AI doesn’t read subtext. It doesn’t see patterns in human motive. It doesn’t preempt drama. It just outputs more stuff. Stuff you now have to deal with.


Yes, AI Makes Mistakes. Ridiculous Ones.

AI is astounding. Let’s not pretend otherwise. The models can translate, summarize, design, generate — it feels like wizardry.

And yet...

  • It still could think NaN > 1000 is true - just because it's seen it in training. (Who checks that? Right, the developer you fired ...)
  • It invents scientific citations.
  • It suggests function names that look real but don’t exist.
  • It confidently explains why 2 + 2 = 5 when prompted the wrong way.

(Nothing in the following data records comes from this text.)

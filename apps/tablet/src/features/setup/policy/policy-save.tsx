import { Button } from '@windrow/ui/controls/button';
import { TextField } from '@windrow/ui/controls/text-field';
import { DifferenceTable } from './difference-table.tsx';
import { messageAt } from './number-input.tsx';
import type { PolicyEditing } from './use-policy-form.ts';

/** What will be changed, why, and the deed. */
export function PolicySave({ editing }: { editing: PolicyEditing }) {
  const { form, base, changes, newer, isSaving } = editing;
  if (changes.length === 0) return <p className="text-ink-muted">Nothing is changed yet.</p>;
  const hasErrors = Object.keys(form.formState.errors).length > 0;
  return (
    <section
      aria-labelledby="save-policy"
      className="flex flex-col gap-4 rounded-xl border-2 border-ink bg-tile p-4"
    >
      <h2 id="save-policy" className="font-bold text-lg">
        {changes.length === 1 ? '1 value changes' : `${changes.length} values change`}
      </h2>
      <DifferenceTable
        differences={changes}
        theirsName={`Version ${base.version}`}
        mineName={`Version ${base.version + 1}`}
      />
      <TextField
        label="Why"
        hint="kept with the version, for whoever asks later"
        error={messageAt(form, 'reason')}
        {...form.register('reason')}
      />
      {hasErrors && (
        <p role="alert" className="font-bold text-flag-text">
          Not saved: something above is not accepted.
        </p>
      )}
      <div className="flex flex-wrap gap-3">
        <Button type="submit" tone="main" disabled={isSaving || newer !== null}>
          {isSaving ? 'Saving …' : `Save version ${base.version + 1}`}
        </Button>
        <Button onClick={editing.discard}>Discard changes</Button>
      </div>
    </section>
  );
}
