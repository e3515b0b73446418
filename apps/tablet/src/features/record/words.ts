/** How the record's own words are said, by the key that they stand under. */
const WORDS: Readonly<Record<string, Readonly<Record<string, string>>>> = {
  site: { arterial: 'Arterial', venous: 'Venous', capillary: 'Capillary' },
  kind: {
    'oral-tube': 'oral tube',
    'nasal-tube': 'nasal tube',
    tracheostomy: 'tracheostomy',
    'laryngeal-mask': 'laryngeal mask',
  },
  depthMark: { lip: 'at lip', teeth: 'at teeth', nostril: 'at nostril', flange: 'at flange' },
  cuffMethod: {
    manometer: 'cuff by manometer',
    'minimal-leak': 'cuff by minimal leak',
    automatic: 'cuff held automatically',
  },
  position: { left: 'at the left', centre: 'at the centre', right: 'at the right' },
  interface: {
    'full-face': 'full-face mask',
    oronasal: 'mask over nose and mouth',
    nasal: 'nose mask',
    helmet: 'helmet',
  },
  sign: {
    antimicrobial: 'Antimicrobial given',
    extracorporeal: 'Day on extracorporeal support',
    // The number has its own name.
    temperature: '',
    'white-cells': '',
  },
  method: { 'pressure-support': 'pressure support', 't-piece': 'T-piece', cpap: 'CPAP' },
  event: { admitted: 'Admitted', transferred: 'Transferred to another bed', left: 'Stay ended' },
  outcome: { ward: 'to a ward', 'other-hospital': 'to another hospital', home: 'home', died: 'died' },
};

/** The word as said; as stored where it is not known here; nothing where nothing was recorded. */
export function saidAs(key: string, word: unknown): string {
  return typeof word === 'string' ? (WORDS[key]?.[word] ?? word) : '';
}
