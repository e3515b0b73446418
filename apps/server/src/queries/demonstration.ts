import type { Knex } from 'knex';

/** Whether this record is the invented hospital. It stays so whatever the settings say later. */
export async function isDemonstration(db: Knex): Promise<boolean> {
  return (await db('demonstration').first()) !== undefined;
}

export async function markDemonstration(db: Knex, filledAt: string): Promise<void> {
  await db('demonstration').insert({ filled_at: filledAt });
}
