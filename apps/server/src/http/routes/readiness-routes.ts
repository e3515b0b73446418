import { Trial } from '@windrow/ventilation/contract/readiness';
import { readTrials } from '../../services/read-trials.ts';
import { pageOf } from '../paging.ts';
import { type Route, read } from '../route.ts';
import { inUnitOfStay, StayParams } from './ids.ts';

export const readinessRoutes: Route[] = [
  read({
    path: '/api/stays/:stayId/trials',
    summary: 'The breathing trials of a stay, newest first',
    params: StayParams,
    response: pageOf(Trial),
    needs: { act: 'see-people', in: inUnitOfStay },
    handle: ({ deps, input: { params } }) => readTrials(deps.db, params.stayId),
  }),
];
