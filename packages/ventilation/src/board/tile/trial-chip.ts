import type { BedStay } from '../../contract/board.ts';
import { formatAge } from '../../format/age.ts';
import { trialMinutes } from '../../readiness/trials.ts';

/** From here on minutes are too many to be read at a glance: somebody forgot to record the end. */
const COUNTED_TO_MIN = 240;

/** A breathing trial that runs, with how long it has: no flag, since it changes by the clock. */
export function trialChip({
  trial,
  now,
}: {
  trial: BedStay['trial'];
  now: number;
}): { id: string; short: string; level: 'note' } | null {
  if (!trial) return null;
  const minutes = trialMinutes({ startedAt: trial.startedAt, at: now });
  const long = minutes < COUNTED_TO_MIN ? `${minutes} min` : formatAge(minutes);
  return { id: 'on-trial', short: `On trial ${long}`, level: 'note' };
}
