import { Bed } from '@windrow/ventilation/contract/board';
import { Id } from '@windrow/ventilation/contract/instant';
import {
  Acknowledgement,
  Amendment,
  RECORDED_KINDS,
  RecordEntry,
  type RecordedKind,
} from '@windrow/ventilation/contract/observations';
import { Admission, Discharge, Stay, StayCorrection, Transfer } from '@windrow/ventilation/contract/stays';
import { may } from '@windrow/ventilation/permissions/permissions';
import { z } from 'zod';
import { notAllowed, staleVersion } from '../../errors.ts';
import { stayVersionBy } from '../../queries/observations.ts';
import { acknowledgeFlag } from '../../services/acknowledge-flag.ts';
import { amendObservation } from '../../services/amend-observation.ts';
import { admitStay, correctStay, dischargeStay, transferStay } from '../../services/place-stay.ts';
import { readRecord } from '../../services/read-record.ts';
import { recordObservation } from '../../services/record-observation.ts';
import { Paging, pageOf } from '../paging.ts';
import { type Route, read, write } from '../route.ts';
import {
  inUnitOfStay,
  ObservationParams,
  requireBed,
  requireObservation,
  requireStay,
  StayParams,
} from './ids.ts';

const Placed = z.object({ stay: Stay, bed: Bed });
const Recorded = z.object({ observationId: Id, revision: z.number().int().nullable(), bed: Bed.nullable() });

export const stayRoutes: Route[] = [
  write({
    method: 'post',
    path: '/api/stays',
    summary: 'Admit a patient to a bed',
    body: Admission,
    response: Placed,
    status: 201,
    needs: { act: 'place-stay', in: async ({ db }, { body }) => (await requireBed(db, body.bedId)).unit_id },
    handle: ({ write, input }) => admitStay(write, input.body),
  }),
  write({
    method: 'patch',
    path: '/api/stays/:stayId',
    summary: 'Correct identity or orders',
    versioned: true,
    params: StayParams,
    body: StayCorrection,
    response: Placed,
    needs: { act: 'place-stay', in: inUnitOfStay },
    handle: async ({ write, input, version }) => {
      const stay = await requireStay(write.trx, input.params.stayId);
      if (version !== stay.version) {
        const { by, at } = await stayVersionBy(write.trx, stay.id);
        throw staleVersion({ thing: 'stay', given: version, current: stay.version, by, at });
      }
      return correctStay(write, { stay, correction: input.body });
    },
  }),
  write({
    method: 'post',
    path: '/api/stays/:stayId/transfer',
    summary: 'Move a stay to another bed',
    params: StayParams,
    body: Transfer,
    response: z.object({ stay: Stay, beds: z.array(Bed) }),
    needs: { act: 'place-stay', in: inUnitOfStay },
    handle: async ({ write, input }) => {
      const to = await requireBed(write.trx, input.body.bedId);
      if (!may(write.person.grants, 'place-stay', to.unit_id))
        throw notAllowed(
          'The other bed is in a unit where you place no patients; ask its charge therapist or the supervisor.',
        );
      return transferStay(write, {
        stay: await requireStay(write.trx, input.params.stayId),
        transfer: input.body,
      });
    },
  }),
  write({
    method: 'post',
    path: '/api/stays/:stayId/discharge',
    summary: 'End a stay',
    params: StayParams,
    body: Discharge,
    response: Placed,
    needs: { act: 'place-stay', in: inUnitOfStay },
    handle: async ({ write, input }) =>
      dischargeStay(write, {
        stay: await requireStay(write.trx, input.params.stayId),
        discharge: input.body,
      }),
  }),
  ...recordRoutes(),
  write({
    method: 'post',
    path: '/api/stays/:stayId/acknowledgements',
    summary: 'Acknowledge a flag with a note, until what it rests on changes',
    params: StayParams,
    body: Acknowledgement,
    response: Recorded,
    status: 201,
    needs: { act: 'record', in: inUnitOfStay },
    handle: async ({ write, input }) =>
      acknowledgeFlag(write, {
        stay: await requireStay(write.trx, input.params.stayId),
        entry: input.body,
      }),
  }),
  write({
    method: 'post',
    path: '/api/observations/:observationId/amendments',
    summary: 'Correct a fact, or strike it out, with a reason',
    params: ObservationParams,
    body: Amendment,
    response: Recorded,
    status: 201,
    needs: {
      act: 'amend-own',
      in: async ({ db }, { params }) =>
        (await requireStay(db, (await requireObservation(db, params.observationId)).stay_id)).unit_id,
    },
    handle: async ({ write, input }) =>
      amendObservation(write, {
        observation: await requireObservation(write.trx, input.params.observationId),
        amendment: input.body,
      }),
  }),
  read({
    path: '/api/stays/:stayId/record',
    summary: 'The whole record of a stay, newest first',
    params: StayParams,
    query: Paging,
    response: pageOf(RecordEntry),
    needs: { act: 'see-people', in: inUnitOfStay },
    handle: ({ deps, input: { params, query } }) =>
      readRecord(deps.db, { stayId: params.stayId, limit: query.limit, cursor: query.cursor ?? null }),
  }),
];

/** One route for each kind of fact, all alike: the kinds' own schemas are the difference. */
function recordRoutes(): Route[] {
  return Object.entries(RECORDED_KINDS).map(([kind, { path, label, schema }]) =>
    write<typeof StayParams, z.ZodType<{ observedAt: string }>>({
      method: 'post',
      path: `/api/stays/:stayId/${path}`,
      summary: `Record: ${label.toLowerCase()}`,
      params: StayParams,
      body: schema,
      response: Recorded,
      status: 201,
      needs: { act: 'record', in: inUnitOfStay },
      handle: async ({ write, input }) =>
        recordObservation(write, {
          stay: await requireStay(write.trx, input.params.stayId),
          kind: kind as RecordedKind,
          entry: { ...input.body },
        }),
    }),
  );
}
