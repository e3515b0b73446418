import { useNow } from '@windrow/client/clock/use-now';
import type { PolicyVersion } from '@windrow/ventilation/contract/setup';
import { formatMoment } from '@windrow/ventilation/format/clock';

/** Which version holds, by whom, since when and why. */
export function PolicyStanding({ version, timeZone }: { version: PolicyVersion; timeZone: string }) {
  const now = useNow(60_000);
  const who = version.changedBy ? ` by ${version.changedBy}` : '';
  return (
    <p className="rounded-xl bg-tile px-4 py-3">
      <strong>Version {version.version}</strong>
      {who}, since {formatMoment(version.changedAt, now, timeZone)}: {version.reason}
    </p>
  );
}
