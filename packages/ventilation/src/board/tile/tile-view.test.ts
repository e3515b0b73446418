import { describe, expect, it } from 'vitest';
import type { Bed, BedCheck, BedGas, BedStay } from '../../contract/board.ts';
import { DEFAULT_POLICY } from '../../policy/policy.ts';
import { type TileView, tileView } from './tile-view.ts';

const NOW = Date.parse('2026-03-05T11:20:00Z');
const ago = (minutes: number) => new Date(NOW - minutes * 60_000).toISOString();
const stamp = (minutes: number) => ({
  observationId: 'o',
  observedAt: ago(minutes),
  recordedAt: ago(minutes),
  recordedByInitials: 'AO',
  changedSinceAt: null,
});

const aCheck = (minutes: number, given: Partial<BedCheck> = {}): BedCheck => ({
  ...stamp(minutes),
  mode: 'ac-vc',
  settings: { vtSetMl: 420, rateSetPerMin: 18, peepCmH2O: 10, fio2Percent: 45 },
  readings: { vtExhaledMl: 420, rateTotalPerMin: 18, peakCmH2O: 29, plateauCmH2O: 24 },
  limits: {},
  interface: null,
  passive: true,
  derived: {
    vtPerKgMl: 6.1,
    drivingPressureCmH2O: 14,
    staticComplianceMlCmH2O: 30,
    mechanicalPowerJMin: 14,
    minuteVolumeLMin: 7.6,
    roxIndex: null,
    rsbiPerMinL: null,
  },
  ...given,
});

const aGas = (minutes: number, given: Partial<BedGas> = {}): BedGas => ({
  ...stamp(minutes),
  site: 'arterial',
  values: { ph: 7.3, pco2MmHg: 44, po2MmHg: 78 },
  pfMmHg: 173.3,
  ventilatoryRatio: null,
  minuteVolumeAtDrawLMin: null,
  ...given,
});

const aStay = (given: Partial<BedStay> = {}): BedStay => ({
  stayId: 's',
  version: 1,
  admittedAt: ago(9000),
  predictedBodyWeightKg: 68.9,
  difficultAirway: false,
  precautions: null,
  careLimits: null,
  patient: {
    hospitalNumber: 'H1',
    familyName: 'Invented',
    givenName: 'Person',
    bornOn: '1961-03-04',
    sex: 'male',
    heightCm: 173,
  },
  orders: { checkEveryMinutes: null, gasEveryMinutes: null },
  support: { id: 'ac-vc', shortName: 'AC/VC', sinceAt: ago(3000) },
  proneSinceAt: null,
  away: null,
  trial: null,
  lastTrial: null,
  screen: null,
  check: aCheck(72),
  device: {
    observationId: 'o',
    placedAt: ago(4000),
    kind: 'oral-tube',
    sizeMm: 8,
    depthCm: 23,
    depthMark: 'lip',
    cuffed: true,
    subglotticPort: null,
  },
  airway: { ...stamp(220), depthCm: 23, cuffCmH2O: 26, cuffMethod: null, position: null, secured: true },
  gas: aGas(125),
  flags: [],
  ladder: DEFAULT_POLICY.freshness,
  plateauLimitCmH2O: 30,
  withdrawn: { check: null, airway: null, gas: null },
  ...given,
});

const aBed = (stay: BedStay | null, given: Partial<Bed> = {}): Bed => ({
  bedId: 'b',
  unitId: 'u',
  label: '03',
  row: 1,
  column: 3,
  isOpen: true,
  revision: 1,
  stay,
  assignments: [],
  ventilator: null,
  ...given,
});

const view = (stay: BedStay | null, given: Partial<Bed> = {}, now = NOW): TileView =>
  tileView({ bed: aBed(stay, given), reader: { now, timeZone: 'UTC' } });

function ofStay(given: Partial<BedStay> = {}) {
  const { content } = view(aStay(given));
  if (content.kind !== 'stay') throw new Error('the bed has a stay');
  return content;
}

const texts = (body: ReturnType<typeof ofStay>['gas']['body']) =>
  'rows' in body
    ? body.rows.flat().map(({ value, label }) => `${value} ${label}`)
    : [body.title, body.detail];

describe('the tile of a bed', () => {
  it('shows every group with its age', () => {
    const { mode, check, airway, gas } = ofStay();
    expect(mode).toBe('AC/VC');
    expect([check.age, airway.age, gas.age]).toEqual(['1h12', '3h40', '2h05']);
    expect(texts(airway.body)).toEqual(['8.0 mm oral', '23 cm lip', '26 cuff']);
    expect(texts(gas.body)).toEqual(['7.30 pH', '44 PCO2', '78 PO2', '173 P/F']);
  });

  it('is named for those who listen, with the state of its check', () => {
    expect(view(aStay({ check: aCheck(275) })).name).toBe('Bed 03, AC/VC, check overdue 4 hours 35 minutes');
    expect(view(null).name).toBe('Bed 03, empty');
    expect(view(null, { isOpen: false }).name).toBe('Bed 03, closed');
  });

  it('never holds who the patient is', () => {
    expect(JSON.stringify(view(aStay()))).not.toMatch(/Invented|Person|H1|1961/);
  });

  it('reads the same until a shown minute or a state changes', () => {
    const at = (ms: number) => JSON.stringify(view(aStay(), {}, NOW + ms));
    expect(at(59_000)).toBe(at(0));
    expect(at(60_000)).not.toBe(at(0));
  });
});

describe('a check that has lain too long', () => {
  it('keeps its values while overdue', () => {
    const { check, mode } = ofStay({ check: aCheck(275) });
    expect(check.state).toBe('overdue');
    expect(texts(check.body)).toContain('6.1 mL/kg');
    expect(mode).toBe('AC/VC');
  });

  it('takes values, ladder and mode away when withdrawn, and says the mode only with its time', () => {
    const { check, mode } = ofStay({ check: aCheck(480) });
    expect(mode).toBeNull();
    expect(check.ladder).toBeNull();
    expect(texts(check.body)).toEqual(['no current check', 'last check 03:20, AC/VC']);
    expect(check.age).toBe('8h00');
  });

  it('says the day where the time alone would mislead', () => {
    expect(texts(ofStay({ check: aCheck(2000) }).check.body)[1]).toBe('last check 04-Mar-2026, AC/VC');
  });

  it('does not say the mode of the last check where the support has changed since', () => {
    const support = { id: 'low-flow', shortName: 'Oxygen', sinceAt: ago(100) } as const;
    const { check, mode } = ofStay({
      check: null,
      support,
      withdrawn: { check: ago(600), airway: null, gas: null },
    });
    expect(texts(check.body)).toEqual(['no current check', 'last check 01:20']);
    expect(mode).toBe('Oxygen');
  });

  it('stops saying what a happening made of the support, once that is as old', () => {
    const support = { id: 'low-flow', shortName: 'Oxygen', sinceAt: ago(500) } as const;
    expect(
      ofStay({ check: null, support, withdrawn: { check: ago(600), airway: null, gas: null } }).mode,
    ).toBeNull();
  });
});

describe('facts of an earlier state', () => {
  it('does not show the settings of a support that the patient has left', () => {
    const support = { id: 'hfnc', shortName: 'HFNC', sinceAt: ago(30) } as const;
    const { check, mode, airway } = ofStay({ support, device: null, airway: null });
    expect(mode).toBe('HFNC');
    expect(texts(check.body)).toEqual(['no check on HFNC yet', 'AC/VC before change 10:50']);
    expect(check.ladder).toBeNull();
    expect(texts(airway.body)[0]).toBe('nasal cannula');
  });

  it('marks a gas that was drawn before a change of settings, and one that is not arterial', () => {
    expect(ofStay({ gas: aGas(125, { changedSinceAt: ago(20) }) }).gas.remarks).toEqual([
      'before change 11:00',
    ]);
    const venous = ofStay({ gas: aGas(125, { site: 'venous', pfMmHg: null }) }).gas;
    expect(venous.remarks).toEqual(['venous']);
    expect(texts(venous.body)).not.toContain('P/F');
  });
});

describe('what is not there', () => {
  it('says that nothing was recorded yet', () => {
    const { check, gas, mode } = ofStay({
      check: null,
      gas: null,
      support: null,
      device: null,
      airway: null,
    });
    expect(mode).toBeNull();
    expect([texts(check.body)[0], texts(gas.body)[0]]).toEqual(['no check yet', 'no gas yet']);
    expect(check.age).toBeNull();
  });

  it('keeps the size of the tube, which does not age, when depth and cuff are withdrawn', () => {
    const { airway } = ofStay({ airway: null, withdrawn: { check: null, airway: ago(1000), gas: null } });
    expect(texts(airway.body)).toEqual(['no current depth, cuff', '8.0 mm oral, last 18:40']);
  });

  it('names the mask, and says when nobody recorded which', () => {
    const support = { id: 'niv-st', shortName: 'Mask S/T', sinceAt: ago(900) } as const;
    const on = (mask: BedCheck['interface']) =>
      texts(
        ofStay({
          support,
          device: null,
          airway: null,
          check: aCheck(10, { mode: 'niv-st', interface: mask }),
        }).airway.body,
      )[0];
    expect([on('full-face'), on(null)]).toEqual(['full-face mask', 'mask not recorded']);
  });
});

describe('people, marks and flags', () => {
  const assignment = (from: number, to: number, initials: string) => ({
    shiftId: 's',
    startsAt: ago(from),
    endsAt: ago(to),
    personId: 'p',
    initials,
    displayName: 'A. O.',
    coverInitials: null,
  });

  it('shows who has the bed in the shift that runs now, and nobody as nobody', () => {
    const { content } = view(aStay(), {
      assignments: [assignment(900, 260, 'MK'), assignment(260, -460, 'AO')],
    });
    expect(content).toMatchObject({ initials: 'AO' });
    expect(ofStay().initials).toBeNull();
  });

  const BY_AO = { by: 'AO', at: ago(5), note: 'known to the team' };
  const flag = (id: string, level: 'note' | 'attention') => ({
    id,
    level,
    short: id,
    sentence: '',
    source: '',
    from: [],
    inputs: [],
    fingerprint: id,
    acknowledged: null,
  });

  it('puts attention before notes', () => {
    const { chips } = ofStay({ flags: [flag('a', 'note'), flag('b', 'attention'), flag('c', 'note')] });
    expect(chips.map(({ id }) => id)).toEqual(['b', 'a', 'c']);
  });

  it('counts what somebody has acknowledged, and shows it as no chip', () => {
    const { chips, seen } = ofStay({
      flags: [flag('a', 'attention'), { ...flag('b', 'attention'), acknowledged: BY_AO }, flag('c', 'note')],
    });
    expect(chips.map(({ id }) => id)).toEqual(['a', 'c']);
    expect(seen).toBe(1);
    expect(JSON.stringify(ofStay({ flags: [{ ...flag('b', 'note'), acknowledged: BY_AO }] }))).not.toContain(
      'known to the team',
    );
  });

  it('marks away, difficult airway and prone', () => {
    const { marks } = ofStay({
      away: { sinceAt: ago(40), to: 'scan' },
      difficultAirway: true,
      proneSinceAt: ago(300),
    });
    expect(marks.map(({ lines }) => lines.join(' '))).toEqual(['away 10:40', 'difficult airway', 'prone']);
  });
});
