/** Knex ships its dialect without types; all we say of it is what it extends. */
declare module 'knex/lib/dialects/better-sqlite3/index.js' {
  import { Knex } from 'knex';

  export default class BetterSqliteClient extends Knex.Client {}
}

You want to build your company’s future on this? Without humans in the loop?

That's quite a bold move. And good luck with that!


The Hard Limit: Training Data Is Already Exhausted

Let’s get technical for a second.

We are, in all likelihood, nearing the limit of high-quality training data for large language models. Some say even that it is already reached.

Most of what could be scraped has been scraped. Wikipedia? Done. StackOverflow? Rate-limited. GitHub? Mined. Reddit? Fighting back - yet.

What now?

We have to generate new data. Augment it. Simulate it. Fine-tune it with human preference. You know what that requires?

Humans.

Skilled ones. Ones who can distinguish good from bad, subtle from obvious, ethical from reckless.

That’s not a luxury but the new bottleneck.


You Can't Automate Accountability

That’s the line. Read it again.

You can automate deployment. You can automate testing. You can automate spam detection and log analysis and the entire cookie consent banner.

But you can’t automate trust. Or judgment. Or ownership.

And when it all fails, someone has to raise their hand and say: "This one’s on me."

That person won’t be an LLM.


Fire the Wrong People, and You Fire Your Future

So yes - by all means - fire your engineers.

Trust a black box to handle your systems. Pretend AI understands legal risk. Ignore the people who’ve been holding your technical debt together with duct tape and sheer spite.

But when the quarterly roadmap derails, the culture implodes, and your AI-generated release notes promise features that don’t exist?

Just don’t say you weren’t warned.

Because in the age of AI, the companies that win won’t be the ones who cut talent.

They’ll be the ones who amplify it.

After all, someone has to make sure the robots aren’t drunk.